Report each line from the records where the string "there" turns up.

(Beginning of Dataset entries)

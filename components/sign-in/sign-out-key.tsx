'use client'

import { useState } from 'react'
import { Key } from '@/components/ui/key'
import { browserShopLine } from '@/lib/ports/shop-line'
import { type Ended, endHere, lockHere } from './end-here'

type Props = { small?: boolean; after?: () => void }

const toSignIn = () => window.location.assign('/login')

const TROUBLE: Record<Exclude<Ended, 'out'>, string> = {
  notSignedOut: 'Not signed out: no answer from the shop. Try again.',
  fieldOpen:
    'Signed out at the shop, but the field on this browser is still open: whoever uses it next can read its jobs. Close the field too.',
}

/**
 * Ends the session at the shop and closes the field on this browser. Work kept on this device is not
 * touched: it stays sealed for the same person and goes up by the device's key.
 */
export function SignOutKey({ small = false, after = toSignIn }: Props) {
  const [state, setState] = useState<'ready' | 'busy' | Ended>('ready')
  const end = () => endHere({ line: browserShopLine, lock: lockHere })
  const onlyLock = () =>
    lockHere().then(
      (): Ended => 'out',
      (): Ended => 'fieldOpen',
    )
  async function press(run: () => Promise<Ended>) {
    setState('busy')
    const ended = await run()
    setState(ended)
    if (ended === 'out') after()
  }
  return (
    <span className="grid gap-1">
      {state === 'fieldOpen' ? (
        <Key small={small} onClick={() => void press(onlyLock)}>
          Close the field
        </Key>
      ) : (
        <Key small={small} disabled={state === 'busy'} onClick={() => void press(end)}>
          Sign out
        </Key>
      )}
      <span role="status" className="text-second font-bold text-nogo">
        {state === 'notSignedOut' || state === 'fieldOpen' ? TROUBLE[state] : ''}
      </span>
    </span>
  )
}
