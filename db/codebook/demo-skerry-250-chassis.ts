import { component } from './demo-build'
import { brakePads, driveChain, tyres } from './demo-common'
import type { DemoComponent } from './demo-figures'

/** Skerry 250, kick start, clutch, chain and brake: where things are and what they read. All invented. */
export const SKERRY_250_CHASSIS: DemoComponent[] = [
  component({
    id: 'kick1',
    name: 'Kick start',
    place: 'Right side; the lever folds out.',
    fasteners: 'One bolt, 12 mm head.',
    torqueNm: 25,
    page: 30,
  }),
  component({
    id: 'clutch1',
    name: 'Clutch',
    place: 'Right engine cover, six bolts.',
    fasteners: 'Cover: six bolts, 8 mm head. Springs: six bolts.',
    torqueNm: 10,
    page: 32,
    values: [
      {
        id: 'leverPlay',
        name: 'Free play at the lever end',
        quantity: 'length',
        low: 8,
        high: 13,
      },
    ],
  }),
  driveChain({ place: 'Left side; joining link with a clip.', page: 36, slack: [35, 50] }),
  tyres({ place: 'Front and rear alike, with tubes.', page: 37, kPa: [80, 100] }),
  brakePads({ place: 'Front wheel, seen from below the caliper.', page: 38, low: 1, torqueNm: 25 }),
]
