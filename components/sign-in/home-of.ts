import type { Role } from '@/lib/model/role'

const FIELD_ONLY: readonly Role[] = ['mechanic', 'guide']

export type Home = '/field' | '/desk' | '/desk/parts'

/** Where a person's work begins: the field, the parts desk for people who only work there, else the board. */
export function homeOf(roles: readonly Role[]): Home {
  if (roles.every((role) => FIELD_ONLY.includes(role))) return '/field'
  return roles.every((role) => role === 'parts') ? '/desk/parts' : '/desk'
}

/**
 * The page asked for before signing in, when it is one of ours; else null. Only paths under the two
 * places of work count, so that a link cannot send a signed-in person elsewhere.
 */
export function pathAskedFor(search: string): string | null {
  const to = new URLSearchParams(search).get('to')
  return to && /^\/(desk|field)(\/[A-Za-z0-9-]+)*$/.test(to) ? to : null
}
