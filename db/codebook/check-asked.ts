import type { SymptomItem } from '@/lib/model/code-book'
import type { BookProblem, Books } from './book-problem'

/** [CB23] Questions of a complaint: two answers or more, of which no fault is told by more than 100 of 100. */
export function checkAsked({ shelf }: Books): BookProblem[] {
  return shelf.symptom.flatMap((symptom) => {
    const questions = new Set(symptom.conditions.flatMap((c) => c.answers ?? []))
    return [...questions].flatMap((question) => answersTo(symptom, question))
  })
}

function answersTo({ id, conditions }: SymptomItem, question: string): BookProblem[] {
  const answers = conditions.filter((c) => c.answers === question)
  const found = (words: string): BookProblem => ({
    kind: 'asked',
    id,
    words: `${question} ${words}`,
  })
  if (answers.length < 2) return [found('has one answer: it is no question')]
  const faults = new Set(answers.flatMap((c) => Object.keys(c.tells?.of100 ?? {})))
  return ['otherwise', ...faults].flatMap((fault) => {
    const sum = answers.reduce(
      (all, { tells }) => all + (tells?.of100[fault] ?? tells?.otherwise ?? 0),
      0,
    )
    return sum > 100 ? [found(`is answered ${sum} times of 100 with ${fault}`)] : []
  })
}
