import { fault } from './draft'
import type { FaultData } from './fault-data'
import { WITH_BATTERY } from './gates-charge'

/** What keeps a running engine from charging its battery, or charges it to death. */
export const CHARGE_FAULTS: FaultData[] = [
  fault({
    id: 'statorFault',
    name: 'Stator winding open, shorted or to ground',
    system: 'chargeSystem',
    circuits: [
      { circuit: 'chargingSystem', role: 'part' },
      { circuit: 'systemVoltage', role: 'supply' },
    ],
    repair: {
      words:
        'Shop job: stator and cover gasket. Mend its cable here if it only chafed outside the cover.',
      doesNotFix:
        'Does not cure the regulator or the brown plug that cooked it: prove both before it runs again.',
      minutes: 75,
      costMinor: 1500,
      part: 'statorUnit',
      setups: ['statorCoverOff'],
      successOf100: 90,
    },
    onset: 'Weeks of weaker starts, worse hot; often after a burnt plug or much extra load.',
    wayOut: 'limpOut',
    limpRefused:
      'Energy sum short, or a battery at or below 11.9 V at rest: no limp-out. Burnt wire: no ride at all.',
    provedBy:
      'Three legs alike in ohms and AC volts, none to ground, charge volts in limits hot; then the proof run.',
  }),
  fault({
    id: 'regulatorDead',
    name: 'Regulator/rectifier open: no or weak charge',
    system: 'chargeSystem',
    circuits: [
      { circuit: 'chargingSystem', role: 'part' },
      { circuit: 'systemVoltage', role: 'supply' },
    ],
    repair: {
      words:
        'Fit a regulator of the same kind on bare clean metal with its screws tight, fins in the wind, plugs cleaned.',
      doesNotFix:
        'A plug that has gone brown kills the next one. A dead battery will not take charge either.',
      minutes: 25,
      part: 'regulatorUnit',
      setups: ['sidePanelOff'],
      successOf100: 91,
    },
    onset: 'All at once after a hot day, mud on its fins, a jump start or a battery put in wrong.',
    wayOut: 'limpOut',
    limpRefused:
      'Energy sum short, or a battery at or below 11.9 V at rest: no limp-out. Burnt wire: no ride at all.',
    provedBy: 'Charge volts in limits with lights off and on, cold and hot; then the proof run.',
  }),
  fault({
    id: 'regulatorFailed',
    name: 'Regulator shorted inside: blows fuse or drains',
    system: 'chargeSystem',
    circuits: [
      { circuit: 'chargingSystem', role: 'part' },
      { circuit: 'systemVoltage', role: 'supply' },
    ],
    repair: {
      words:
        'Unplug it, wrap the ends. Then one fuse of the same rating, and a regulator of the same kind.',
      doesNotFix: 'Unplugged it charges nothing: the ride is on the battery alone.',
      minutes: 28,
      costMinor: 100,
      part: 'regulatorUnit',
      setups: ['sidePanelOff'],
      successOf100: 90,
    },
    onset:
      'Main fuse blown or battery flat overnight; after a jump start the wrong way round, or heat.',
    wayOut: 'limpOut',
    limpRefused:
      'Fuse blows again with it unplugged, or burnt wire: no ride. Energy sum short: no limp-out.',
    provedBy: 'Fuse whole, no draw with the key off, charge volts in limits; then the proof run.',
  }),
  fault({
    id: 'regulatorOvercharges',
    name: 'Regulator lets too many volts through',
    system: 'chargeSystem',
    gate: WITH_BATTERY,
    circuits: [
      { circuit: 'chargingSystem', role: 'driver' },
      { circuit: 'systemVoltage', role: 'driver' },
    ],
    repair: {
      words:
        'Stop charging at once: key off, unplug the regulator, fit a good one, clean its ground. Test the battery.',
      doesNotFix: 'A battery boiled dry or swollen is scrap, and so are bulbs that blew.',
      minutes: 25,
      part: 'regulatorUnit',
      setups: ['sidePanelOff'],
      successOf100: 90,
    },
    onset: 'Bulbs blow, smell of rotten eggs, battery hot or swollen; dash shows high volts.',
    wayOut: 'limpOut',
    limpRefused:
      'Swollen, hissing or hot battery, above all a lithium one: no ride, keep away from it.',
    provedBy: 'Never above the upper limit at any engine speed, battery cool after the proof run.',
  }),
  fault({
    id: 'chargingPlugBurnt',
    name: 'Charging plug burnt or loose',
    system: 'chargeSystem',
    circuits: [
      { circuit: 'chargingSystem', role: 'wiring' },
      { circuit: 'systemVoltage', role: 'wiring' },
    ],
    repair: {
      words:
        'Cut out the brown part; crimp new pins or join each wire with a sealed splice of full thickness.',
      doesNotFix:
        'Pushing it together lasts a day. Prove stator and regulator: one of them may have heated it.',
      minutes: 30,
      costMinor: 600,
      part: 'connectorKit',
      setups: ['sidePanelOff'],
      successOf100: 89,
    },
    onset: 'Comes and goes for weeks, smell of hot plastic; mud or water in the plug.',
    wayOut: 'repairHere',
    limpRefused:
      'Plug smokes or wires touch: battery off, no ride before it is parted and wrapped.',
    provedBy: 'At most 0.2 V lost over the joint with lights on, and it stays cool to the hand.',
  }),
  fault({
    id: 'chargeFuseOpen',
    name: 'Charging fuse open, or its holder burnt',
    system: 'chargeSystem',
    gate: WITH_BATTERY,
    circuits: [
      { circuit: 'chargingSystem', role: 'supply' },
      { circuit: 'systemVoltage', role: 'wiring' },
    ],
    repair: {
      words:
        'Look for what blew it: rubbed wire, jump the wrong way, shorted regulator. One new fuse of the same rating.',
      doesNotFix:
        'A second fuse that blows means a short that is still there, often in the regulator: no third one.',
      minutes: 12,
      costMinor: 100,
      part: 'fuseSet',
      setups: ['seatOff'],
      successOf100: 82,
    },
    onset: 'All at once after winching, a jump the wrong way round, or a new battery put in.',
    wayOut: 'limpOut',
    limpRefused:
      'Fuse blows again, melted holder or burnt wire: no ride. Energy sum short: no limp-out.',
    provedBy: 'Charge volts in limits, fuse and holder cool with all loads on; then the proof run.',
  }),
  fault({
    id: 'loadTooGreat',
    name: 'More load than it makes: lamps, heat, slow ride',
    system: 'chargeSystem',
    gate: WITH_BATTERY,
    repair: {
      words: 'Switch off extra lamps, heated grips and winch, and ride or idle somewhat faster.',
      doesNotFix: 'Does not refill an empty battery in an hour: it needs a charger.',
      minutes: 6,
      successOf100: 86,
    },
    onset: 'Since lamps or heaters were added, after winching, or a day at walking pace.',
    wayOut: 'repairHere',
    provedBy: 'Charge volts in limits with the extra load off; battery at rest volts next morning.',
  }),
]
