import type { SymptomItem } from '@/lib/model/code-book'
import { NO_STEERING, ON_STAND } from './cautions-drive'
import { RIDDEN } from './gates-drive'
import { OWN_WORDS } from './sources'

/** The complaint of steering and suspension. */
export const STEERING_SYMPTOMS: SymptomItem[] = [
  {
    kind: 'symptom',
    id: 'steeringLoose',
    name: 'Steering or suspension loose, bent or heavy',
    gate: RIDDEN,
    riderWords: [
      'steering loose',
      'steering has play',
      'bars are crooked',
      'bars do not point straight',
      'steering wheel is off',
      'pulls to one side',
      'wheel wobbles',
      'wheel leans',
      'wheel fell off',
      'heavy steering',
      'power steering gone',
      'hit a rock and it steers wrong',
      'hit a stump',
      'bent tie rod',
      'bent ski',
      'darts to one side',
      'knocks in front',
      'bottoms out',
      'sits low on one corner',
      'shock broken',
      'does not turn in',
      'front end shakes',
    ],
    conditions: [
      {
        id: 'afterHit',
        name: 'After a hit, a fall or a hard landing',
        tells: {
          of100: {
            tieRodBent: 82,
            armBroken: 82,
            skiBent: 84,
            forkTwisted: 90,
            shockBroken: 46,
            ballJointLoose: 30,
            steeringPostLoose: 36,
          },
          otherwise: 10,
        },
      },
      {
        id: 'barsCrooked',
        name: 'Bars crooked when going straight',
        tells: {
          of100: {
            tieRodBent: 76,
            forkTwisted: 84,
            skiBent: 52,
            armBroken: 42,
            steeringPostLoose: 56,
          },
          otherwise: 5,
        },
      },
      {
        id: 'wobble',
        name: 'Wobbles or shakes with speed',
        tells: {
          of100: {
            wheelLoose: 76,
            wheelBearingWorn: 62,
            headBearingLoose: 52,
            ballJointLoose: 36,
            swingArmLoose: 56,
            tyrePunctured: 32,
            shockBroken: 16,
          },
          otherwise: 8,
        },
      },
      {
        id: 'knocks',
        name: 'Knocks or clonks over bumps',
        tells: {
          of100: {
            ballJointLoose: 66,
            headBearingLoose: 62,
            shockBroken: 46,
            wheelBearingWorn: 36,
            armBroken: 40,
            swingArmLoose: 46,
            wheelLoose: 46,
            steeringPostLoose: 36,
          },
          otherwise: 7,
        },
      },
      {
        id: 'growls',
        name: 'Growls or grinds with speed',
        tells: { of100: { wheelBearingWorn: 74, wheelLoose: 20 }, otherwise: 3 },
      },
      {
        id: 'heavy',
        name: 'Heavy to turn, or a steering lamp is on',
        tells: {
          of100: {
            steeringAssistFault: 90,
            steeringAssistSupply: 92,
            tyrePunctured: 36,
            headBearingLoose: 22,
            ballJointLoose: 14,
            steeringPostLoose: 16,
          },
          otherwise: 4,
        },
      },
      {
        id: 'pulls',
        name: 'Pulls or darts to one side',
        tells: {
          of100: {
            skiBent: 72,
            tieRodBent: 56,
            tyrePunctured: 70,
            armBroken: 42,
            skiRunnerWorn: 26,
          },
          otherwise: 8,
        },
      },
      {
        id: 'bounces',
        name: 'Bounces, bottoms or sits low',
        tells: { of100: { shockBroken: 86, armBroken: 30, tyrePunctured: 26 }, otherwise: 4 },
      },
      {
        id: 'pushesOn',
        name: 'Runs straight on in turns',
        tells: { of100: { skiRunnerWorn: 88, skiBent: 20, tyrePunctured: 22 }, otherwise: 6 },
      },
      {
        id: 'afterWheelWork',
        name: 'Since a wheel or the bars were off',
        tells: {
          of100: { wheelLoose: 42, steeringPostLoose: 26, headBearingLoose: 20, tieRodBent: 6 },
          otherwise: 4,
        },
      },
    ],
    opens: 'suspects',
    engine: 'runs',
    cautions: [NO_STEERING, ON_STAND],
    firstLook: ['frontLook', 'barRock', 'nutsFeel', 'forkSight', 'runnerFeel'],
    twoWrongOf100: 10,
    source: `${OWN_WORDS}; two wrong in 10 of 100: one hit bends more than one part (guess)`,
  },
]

(End of Dataset entries)

### The completed task
/** Where a person's work begins: the field, the parts desk for people who only work there, else the board. */
        'A second fuse that blows means a short that is still there, often in the regulator: no third one.',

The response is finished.